It is all but formally sealed that the November 2020 race for the White House will be between the incumbent US President Joe Biden and former President Donald Trump. They make a more elderly pairing than four years ago and many voters of both the Democratic and Republican parties may be contemptuous of them. They still have to choose between the two in a contest that will have major implications far beyond Pennsylvania Avenue in Washington DC.

The election will be less about the popularity of the candidates and more a referendum on who is perceived as the less unfavourable option. In such a head-on clash of personalities beyond their parties, it is not only their records in office but also what they may mean for America in the conflicted world of today that should matter.

Along with a sense of anticipation there would also be traces of trepidation as the pollsters seem to believe that Mr Trump has the edge in a contest that could reshape not only United States but the world.
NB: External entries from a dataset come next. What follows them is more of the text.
TIMINGS = "timings.json"
#: Coulomb constant in V·Å/e (= eV·Å/e²): one hartree times one bohr, 14.3996 (ase.units).
COULOMB = Hartree * Bohr
#: Post-processing of tblite that reports the atomic dipoles (and other per-atom features).
_DIPOLE_POSTPROCESSING = "xtbml_xyz"
#: Beyond this many widths erf(x) equals 1 to double precision (erfc(6) = 2e-17).
_ERF_RANGE = 6.0
#: Below this many widths the dipole term uses its series (the closed form cancels badly).
_SERIES_BELOW = 1e-2
#: Grid points per block of the potential evaluation (bounds memory).
_BLOCK_POINTS = 262_144


#: The guess recorded per step: tblite cannot restart from a step with other atoms.
TBLITE_GUESS = "cold: tblite restarts only with the same atoms (SAD guess)"


def _tblite():
    """Import tblite lazily; returns (interface, library, TBLiteRuntimeError, TBLiteValueError)."""
    from tblite import interface, library
    from tblite.exceptions import TBLiteRuntimeError, TBLiteValueError

    return interface, library, TBLiteRuntimeError, TBLiteValueError


def tblite_version() -> str:
    """tblite's version, e.g. '0.8.0'."""
    _, library, *_ = _tblite()
    try:
        return ".".join(str(x) for x in library.get_version())
    except Exception:  # an older wheel without get_version
        return "unknown"


@contextmanager
def _omp_threads(n: int | None) -> Iterator[None]:
    """Set the OpenMP thread count of the process (libgomp, which tblite's wheel links) for the
    duration, then restore it. Best effort: without libgomp a warning is logged."""
    if not n:
        yield
        return
    try:
        gomp = ctypes.CDLL("libgomp.so.1")
        previous = int(gomp.omp_get_max_threads())
        gomp.omp_set_num_threads(int(n))
    except (OSError, AttributeError) as err:
        log.warning("cannot set %d OpenMP threads (%s); using the default", n, err)
        yield
        return
    try:
        yield
    finally:
        gomp.omp_set_num_threads(previous)


# ---------------------------------------------------------------------------------------------
# the tight-binding model


class _Xtb:
    """One tblite calculator for a fixed set of atoms at changing geometries.

    After :meth:`compute`: ``res`` (tblite's Result at ``positions``), ``converged`` (SCC),
    ``evaluations`` and ``seconds`` (running totals).
    """

    def __init__(
        self, atoms: Atoms, cfg: TbliteEngineConfig, charge: int, uhf: int, dipoles: bool = True
    ) -> None:
        interface, _, runtime_error, value_error = _tblite()
        self.cfg = cfg
        self._runtime_error = runtime_error
        self._interface = interface
        try:
            calc = interface.Calculator(
                cfg.method,
                np.asarray(atoms.numbers),
                np.asarray(atoms.positions, dtype=float) / Bohr,
                float(charge),
                int(uhf),
            )
            calc.set("verbosity", 0)
            calc.set("accuracy", float(cfg.accuracy))
            calc.set("max-iter", int(cfg.max_cycle))
            calc.set("temperature", float(cfg.electronic_temperature) * kB / Hartree)
        except (runtime_error, value_error) as err:
            raise ConfigError(
                f"engine.method: tblite cannot set up {cfg.method} for "
                f"{sorted(set(atoms.get_chemical_symbols()))} ({err})"
            ) from None
        self.dipoles = False
        if dipoles:
            try:
                calc.add("molecular-multipoles")
                calc.add(_DIPOLE_POSTPROCESSING)
                self.dipoles = True
            except (runtime_error, value_error) as err:
                log.warning("tblite reports no atomic dipoles (%s): charges only in the map", err)
        self.calc = calc
        self.res = None
        self.positions: np.ndarray | None = None
        self.converged = False
        self.evaluations = 0
        self.seconds = 0.0

    def compute(self, positions_ang: np.ndarray):
        """Single point at ``positions_ang`` (Å), restarting from the previous result.

        A non-converged SCC is recorded (``converged=False``) when tblite still left a finite
        energy; any other failure raises EngineOutputError.
        """
        t0 = time.perf_counter()
        pos = np.array(positions_ang, dtype=float).reshape(-1, 3)
        self.calc.update(positions=pos / Bohr)
        res = self._interface.Result() if self.res is None else self.res
        converged = True
        try:
            self.calc.singlepoint(res)
        except self._runtime_error as err:
            energy = _get(res, "energy")
            if "not converged" not in str(err) or energy is None or not math.isfinite(energy):
                raise EngineOutputError(
                    f"tblite {self.cfg.method} single point failed: {err}"
                ) from None
            converged = False
            log.warning(
                "tblite SCC did not converge in %d iterations; keeping its last energy "
                "%.6f eV (recorded as scf_converged=False)",
                self.cfg.max_cycle,
                energy * Hartree,
            )
        self.res = res
        self.positions = pos
        self.converged = converged
        self.evaluations += 1
        dt = time.perf_counter() - t0
        self.seconds += dt
        log.info(
            "tblite %s %s (%.2f s): E = %.6f eV",
            self.cfg.method,
            "converged" if converged else "NOT converged",
            dt,
            float(res.get("energy")) * Hartree,
        )
        return res

    def energy(self) -> float:
        """Total energy of the last single point, eV."""
        return float(self.res.get("energy")) * Hartree

    def forces(self) -> np.ndarray:
        """Forces of the last single point, eV/Å, shape (natoms, 3)."""
        return -np.asarray(self.res.get("gradient"), dtype=float) * (Hartree / Bohr)

    def atomic_dipoles(self) -> np.ndarray | None:
        """Atomic dipoles of the last single point, e·Å, shape (natoms, 3); None if absent."""
        if not self.dipoles:
            return None
        data = _get(self.res, "post-processing-dict")
        keys = ("dipm_A_x", "dipm_A_y", "dipm_A_z")
        if not isinstance(data, dict) or any(k not in data for k in keys):
            return None
        return np.stack([np.asarray(data[k], dtype=float) for k in keys], axis=1) * Bohr


def _get(res, key: str) -> Any:
    """``res.get(key)``, or None when tblite has no such result."""
    try:
        return res.get(key)
    except Exception:  # TBLiteRuntimeError/ValueError: not computed
        return None


class TbliteCalculator(Calculator):
    """ASE calculator on a running tblite model: energy (eV), forces (eV/Å), charges (e).

    Every new geometry restarts its SCC from the result of the previous one.
    """

    implemented_properties = ["energy", "free_energy", "forces", "charges"]

    def __init__(self, xtb: _Xtb, **kwargs: Any) -> None:
        super().__init__(**kwargs)
        self.xtb = xtb

    def calculate(self, atoms=None, properties=("energy",), system_changes=all_changes):
        super().calculate(atoms, properties, system_changes)
        res = self.xtb.compute(self.atoms.positions)
        energy = self.xtb.energy()
        self.results = {
            "energy": energy,
            "free_energy": energy,
            "forces": self.xtb.forces(),
            "charges": np.asarray(res.get("charges"), dtype=float),
        }


def xtb_calculator(
    atoms: Atoms, cfg: TbliteEngineConfig, charge: int, uhf: int, dipoles: bool = True
) -> TbliteCalculator:
    """A new ASE calculator on tblite's model ``cfg.method`` for the atoms of ``atoms`` (their
    symbols; positions in Å), total ``charge`` (e) and ``uhf`` unpaired electrons (2S); its
    model is ``.xtb``. ``dipoles`` asks tblite for the atomic dipoles of the potential map.
    Raises ConfigError when tblite cannot set the model up for these atoms, ImportError when
    tblite is not installed."""
    return TbliteCalculator(_Xtb(atoms, cfg, int(charge), int(uhf), dipoles=dipoles))


# ---------------------------------------------------------------------------------------------
# the approximate potential map


def smearing_widths(numbers: np.ndarray) -> np.ndarray:
    """Gaussian widths of the atomic multipoles, Å: the covalent radii of the elements."""
    return np.asarray(covalent_radii[np.asarray(numbers, dtype=int)], dtype=float)


def multipole_potential(
    positions: np.ndarray,
    charges: np.ndarray,
    dipoles: np.ndarray | None,
    widths: np.ndarray,
    points: np.ndarray,
) -> np.ndarray:
    """Potential (volts, felt by a positive charge) of Gaussian atomic charges and dipoles.

    ``positions`` (N, 3) Å, ``charges`` (N,) e, ``dipoles`` (N, 3) e·Å or None, ``widths``
    (N,) Å, ``points`` (P, 3) Å. See the module docstring for the formula; every term is
    finite everywhere, nuclei included.
    """
    from scipy.special import erf

    pos = np.asarray(positions, dtype=float).reshape(-1, 3)
    q = np.asarray(charges, dtype=float).reshape(-1)
    mu = None if dipoles is None else np.asarray(dipoles, dtype=float).reshape(-1, 3)
    a = np.asarray(widths, dtype=float).reshape(-1)
    pts = np.asarray(points, dtype=float).reshape(-1, 3)
    out = np.zeros(len(pts))
    c = 2.0 / math.sqrt(math.pi)
    for p0 in range(0, len(pts), _BLOCK_POINTS):
        block = pts[p0 : p0 + _BLOCK_POINTS]
        v = np.zeros(len(block))
        for k in range(len(pos)):
            d = block - pos[k]
            r = np.sqrt(np.einsum("ij,ij->i", d, d))
            x = r / a[k]
            near = x < _ERF_RANGE  # beyond: erf(x) = 1 to double precision
            xn, rn = x[near], r[near]
            tiny = xn < _SERIES_BELOW
            # charge: erf(x)/r, series (2/√π)(1 - x²/3)/a near the nucleus
            inv = np.empty_like(r)
            inv[~near] = 1.0 / r[~near]
            smooth = np.empty_like(xn)
            smooth[~tiny] = erf(xn[~tiny]) / rn[~tiny]
            smooth[tiny] = c * (1.0 - xn[tiny] ** 2 / 3.0) / a[k]
            inv[near] = smooth
            v += q[k] * inv
            if mu is None or not np.any(mu[k]):
                continue
            # dipole: (μ·d) g(x)/r³, g(x) = erf(x) - (2x/√π) exp(-x²); series
            # g(x)/r³ = 4/(3√π a³) (1 - 3x²/5) near the nucleus
            h = np.empty_like(r)
            h[~near] = inv[~near] ** 3
            hn = np.empty_like(xn)
            xm, rm = xn[~tiny], rn[~tiny]
            hn[~tiny] = (erf(xm) - c * xm * np.exp(-(xm**2))) / rm**3
            hn[tiny] = (2.0 * c / (3.0 * a[k] ** 3)) * (1.0 - 0.6 * xn[tiny] ** 2)
            h[near] = hn
            v += (d @ mu[k]) * h
        out[p0 : p0 + len(block)] = v
    return COULOMB * out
And yet, as the Blue and the Red states are spread somewhat unevenly across the US, it may be the smaller swing states that could decide the outcome, perhaps more than young voters and voters of colour, or urban and suburban versus rural voters.

Questions hover around both candidates, over Mr Biden’s age and cognitive abilities on the incumbent side and about the contender against whom 91 criminal cases are pending on the other. Mr Trump was impeached twice when President and since leaving office has been charged already in four criminal cases, two related to his attempts to overturn the 2020 election that he lost and yet spread misinformation that the election had been stolen from him.

Mr Trump was once declared as the “most flawed person I’ve ever met” by his chief of staff whereas Mr Biden has been described in an official probe as “an elderly man with a poor memory” by a special investigator. The voters may have issues with both candidates and yet the winner will be tasked with protecting the First Amendment and the basic principles of democracy.

It reflects on where the US stands in the deeply polarised world of today that there are reasons to doubt how democratic the US will remain in a second Trump term or how much of a role the Republic would go on to play in global politics as a bulwark of democracy in a second Biden term. It’s on to November 5 then.